Brussels / 1 & 2 February 2020


Interview with Paul-Antoine Arras
SaBRe: Load-time selective binary rewriting

Photo of Paul-Antoine Arras

Paul-Antoine Arras will give a talk about SaBRe: Load-time selective binary rewriting at FOSDEM 2020.

Q: Could you briefly introduce yourself?

I’m Paul-Antoine Arras, a French computer scientist excited with low-level stuff. I did my PhD on the acceleration of video decoding on heterogeneous embedded platforms (see my PhD disseration in French). During my first postdoc, I worked on functionally-asymmetric multiprocessing with the RISC-V open ISA. Then I went to Imperial College London to work on multi-version execution and binary rewriting.

Today I’m working as an independent consultant in low-level software development and hardware architecture.

Q: What will your talk be about, exactly? Why this topic?

I’ll be presenting the result of my work at Imperial College on binary rewriting. More precisely, I’ll introduce a tool called SaBRe that can be used to intercept system calls on Linux. By intercepting, I mean not only tracing them but also possibly changing the arguments and returning values in a user-defined fashion; actually SaBRe allows to execute virtually any piece of C code both before and after the actual call.

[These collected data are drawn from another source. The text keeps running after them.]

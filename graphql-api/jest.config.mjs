// Everything is compiled to CommonJS, ESM-only packages included, so that jest needs no experimental flag.
const swc = (syntax) => [
  '@swc/jest',
  {
    jsc: {
      parser: syntax === 'typescript' ? { syntax, decorators: true } : { syntax },
      transform: { legacyDecorator: true, decoratorMetadata: true, useDefineForClassFields: false },
      target: 'es2022',
      keepClassNames: true,
    },
    module: { type: 'commonjs' },
    sourceMaps: 'inline',
  },
];

export default {
  testEnvironment: 'node',
  roots: ['<rootDir>/src', '<rootDir>/test', '<rootDir>/kernels'],
  testMatch: ['**/*.spec.ts', '**/*.e2e-spec.ts'],
  testTimeout: 60_000,
  moduleNameMapper: {
    '^@metewand/(.*)$': '<rootDir>/kernels/$1/src/index.ts',
    '^(\\.{1,2}/.*)\\.js$': '$1',
  },
  modulePathIgnorePatterns: ['<rootDir>/dist', '<rootDir>/kernels/.*/dist'],
  transform: { '^.+\\.ts$': swc('typescript'), '^.+\\.m?js$': swc('ecmascript') },
  transformIgnorePatterns: [
    'node_modules/(?!(@nestjs|file-type|strtok3|token-types|uint8array-extras|@tokenizer|@borewit|bcryptjs)/)',
  ],
};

SaBRe is not the first tool to provide this instrumentation capability. However, to the best of our knowledge, it is currently the only free software that does it at such a low overhead and without the need for any third-party library. That makes SaBRe usable in production and suitable even for small embedded systems. Such good performance could only be achieved through binary rewriting. I’ll show exactly why with simple but realistic examples during my presentation.

I understand that nowadays software development techniques have reached such a level of maturity that it may seem futile and quaint to focus on low-level topics like binary rewriting. However, at a time when green computing is gaining ground consistently, I believe that working at lower levels of abstraction is one of the best solutions to limit the waste of computing resources and power.

Q: What do you hope to accomplish by giving this talk? What do you expect?

As mentioned earlier, I hope to demonstrate that binary rewriting is the best option when it comes to intercepting system calls and also regular function calls. More broadly, I’d like to reconcile developers with binary code. Even though the vast majority of software built in 2020 is written in high-level languages like Python and JavaScript, the CPU still only understands 0s and 1s, and abstractions, as good as they can get, still leak. I’m obviously not advocating writing assembly code by hand unless absolutely necessary. However, I think that any proficient developer should have at least some basic knowledge of low-level constructs.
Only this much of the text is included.